-- Supplied data follows --

package dev.countercheck.eurocode;

import java.util.ArrayList;
import java.util.List;
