package dev.countercheck.element.padfooting;

import dev.countercheck.element.Combinations;
import dev.countercheck.input.SourceLocation;
import dev.countercheck.review.CheckResult;
import dev.countercheck.review.ElementReview;
import dev.countercheck.ruleset.Ruleset;
import dev.countercheck.submission.ActionCase;
import dev.countercheck.submission.CharacteristicLoad;
import dev.countercheck.submission.CharacteristicLoad.Source;
import org.junit.jupiter.api.Test;

import java.util.List;
import java.util.Optional;

import static org.assertj.core.api.Assertions.assertThat;
import static org.assertj.core.api.Assertions.within;

/**
 * The combinations generated for an invented pad footing (the gable base F-T2 of the sample tannery-row-pads:
 * 2400 × 2000 × 550, G: N 300, My 10; Q category H: N 60; W: N −60, My 110, Hx 40, reversible) against a hand
 * calculation, and the ground checks run on the right generated sets. Factors: EN 1990:2002 Table A1.2(B)
 * (STR, Exp. (6.10): γG,sup 1.35, γG,inf 1.00, γQ 1.5), Table A1.2(C) (GEO, design approach 1 combination 2:
 * γG 1.0, γQ 1.3), Table A1.2(A) (EQU: γG,sup 1.10, γG,inf 0.90, γQ 1.5); ψ0 = 0 for roofs (category H) and
 * 0.6 for wind, ψ2 = 0 for both, EN 1990 Table A1.1 recommended values (from memory).
 */
class PadCombinationsTest {

    private static final SourceLocation HERE = new SourceLocation("test", 1, 1);
    private static final Ruleset RULES = PadCombinationProperties.RULES;
    private static final List<CharacteristicLoad> LOADS = List.of(
            new CharacteristicLoad(Source.G, Optional.empty(), 300, 0, 10, 0, 0, false, HERE),
            new CharacteristicLoad(Source.Q, Optional.of("H"), 60, 0, 0, 0, 0, false, HERE),
            new CharacteristicLoad(Source.W, Optional.empty(), -60, 0, 110, 40, 0, true, HERE));

    /**
     * Hand count: STR, G sup and G inf each with G alone, Q(H) leading with W absent, W+ ψ0 or W− ψ0, W+ or W−
     * leading (Q(H) with ψ0 = 0 is the case without it): 2·(1 + 3 + 2) = 12; GEO the same once (γG,sup = γG,inf
     * = 1.0, identical cases once): 6; EQU 12; characteristic (6.14b) 6; quasi-permanent (6.16b, ψ2 = 0): G
     * alone, 1. Total 37.
     * <p>
     * Hand calculation of the cases the ground checks need:
     * EQU G inf + W+ lead: N = 0.9·300 + 1.5·(−60) = 180, My = 0.9·10 + 1.5·110 = 174, Hx = 1.5·40 = 60, γ 0.9;
     * EQU G sup + W+ lead: N = 1.1·300 − 90 = 240, My = 11 + 165 = 176, Hx 60, γ 1.1;
     * GEO G + W+ lead: N = 300 − 1.3·60 = 222, My = 10 + 1.3·110 = 153, Hx = 1.3·40 = 52, γ 1.0;
     * 6.10 G inf + W+ lead: N = 300 − 90 = 210, My = 10 + 165 = 175, Hx 60, γ 1.0;
     * 6.10 G sup + Q(H) lead + W− ψ0: N = 1.35·300 + 1.5·60 + 1.5·0.6·60 = 549, My = 13.5 − 0.9·110 = −85.5,
     * Hx = −0.9·40 = −36, γ 1.35;
     * 6.14b G + W− lead: N = 300 + 60 = 360, My = 10 − 110 = −100, Hx = −40, γ 1.0; 6.16b G: N 300, My 10.
     */
    @Test
    void theGeneratedCasesOfAPadAgreeWithTheHandCalculation() {
        List<ActionCase> cases = Combinations.of(LOADS, RULES).cases(HERE);
        assertThat(cases).hasSize(37); // hand count
        expect(cases, "EQU G inf + W+ lead", ActionCase.Kind.EQU, 180, 174, 60, 0.9);
        expect(cases, "EQU G sup + W+ lead", ActionCase.Kind.EQU, 240, 176, 60, 1.1);
        expect(cases, "GEO G + W+ lead", ActionCase.Kind.ULS_GEO, 222, 153, 52, 1.0);
        expect(cases, "6.10 G inf + W+ lead", ActionCase.Kind.ULS, 210, 175, 60, 1.0);
        expect(cases, "6.10 G sup + Q(H) lead + W− ψ0", ActionCase.Kind.ULS, 549, -85.5, -36, 1.35);
        expect(cases, "6.14b G + W− lead", ActionCase.Kind.SLS_CHARACTERISTIC, 360, -100, -40, 1.0);
        expect(cases, "6.16b G", ActionCase.Kind.SLS_QUASI_PERMANENT, 300, 10, 0, 1.0);
    }

    /**
     * The pad reviewed from its loads alone: overturning takes the EQU set (governing EQU G inf + W+ lead, hand
     * calculation in the sample: M,dst = 174 + 60·0.55 = 207 kNm; M,stb = (180 + 0.9·(66 + 37.584))·1.2 = 327.87
     * kNm); sliding takes the worse of DA1-1 on the STR set and DA1-2 on the GEO set (GEO G + W+ lead: Hd = 52 kN,
     * Rd = (222 + 103.584)·tan 28°/1.25 = 138.49 kN; DA1-1's worst, 6.10 G inf + W+ lead: Hd = 60 kN,
     * Rd = (210 + 103.584)·tan 28° = 166.74 kN, 0.360 &lt; 0.375); the bearing pressure the characteristic set.
     */
    @Test
    void theGroundChecksOfAPadUseTheirOwnGeneratedSets() {
        ElementReview pad = PadCombinationProperties.review(PadCombinationProperties.pad(LOADS, 450));
        assertThat(check(pad, "overturning").governingCase()).contains("EQU G inf + W+ lead");
        assertThat(value(pad, "overturning", "m_dst")).isCloseTo(207, within(0.01)); // hand calculation
        assertThat(value(pad, "overturning", "m_stb")).isCloseTo(327.87, within(0.01)); // hand calculation
        assertThat(check(pad, "sliding").governingCase()).contains("GEO G + W+ lead");
        assertThat(value(pad, "sliding", "hd")).isCloseTo(52, within(0.001)); // hand calculation
        assertThat(value(pad, "sliding", "rd")).isCloseTo(138.49, within(0.01)); // hand calculation
        assertThat(check(pad, "bearing-pressure").governingCase()).contains("6.14b G + W− lead");
        assertThat(check(pad, "combinations").values()).containsKey("cases_generated");
    }

    private static void expect(List<ActionCase> cases, String name, ActionCase.Kind kind, double n, double my,
                               double hx, double gamma) {
        ActionCase c = cases.stream().filter(a -> a.name().equals(name)).findFirst()
                .orElseThrow(() -> new AssertionError("no generated case " + name));
        assertThat(c.kind()).as(name).isEqualTo(kind);
        assertThat(c.nKn()).as(name + " N").isCloseTo(n, within(1e-9));
        assertThat(c.myKnm()).as(name + " My").isCloseTo(my, within(1e-9));
        assertThat(c.hxKn()).as(name + " Hx").isCloseTo(hx, within(1e-9));
        assertThat(c.selfWeightFactor().orElseThrow()).as(name + " γG").isCloseTo(gamma, within(1e-12));
    }

    static CheckResult check(ElementReview e, String id) {
        return e.checks().stream().filter(c -> c.id().equals(id)).findFirst().orElseThrow();
    }

    static double value(ElementReview e, String check, String quantity) {
        var v = check(e, check).values().get(quantity);
        if (v == null) {
            throw new AssertionError(check + " has no " + quantity + ": " + check(e, check).reason());
        }
        return v.value();
    }
}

-- Supplied data concluded --

## Task brief
Wherever a line of the data holds "submission", copy that line.

## Expected answer
import dev.countercheck.submission.ActionCase;
import dev.countercheck.submission.CharacteristicLoad;
import dev.countercheck.submission.CharacteristicLoad.Source;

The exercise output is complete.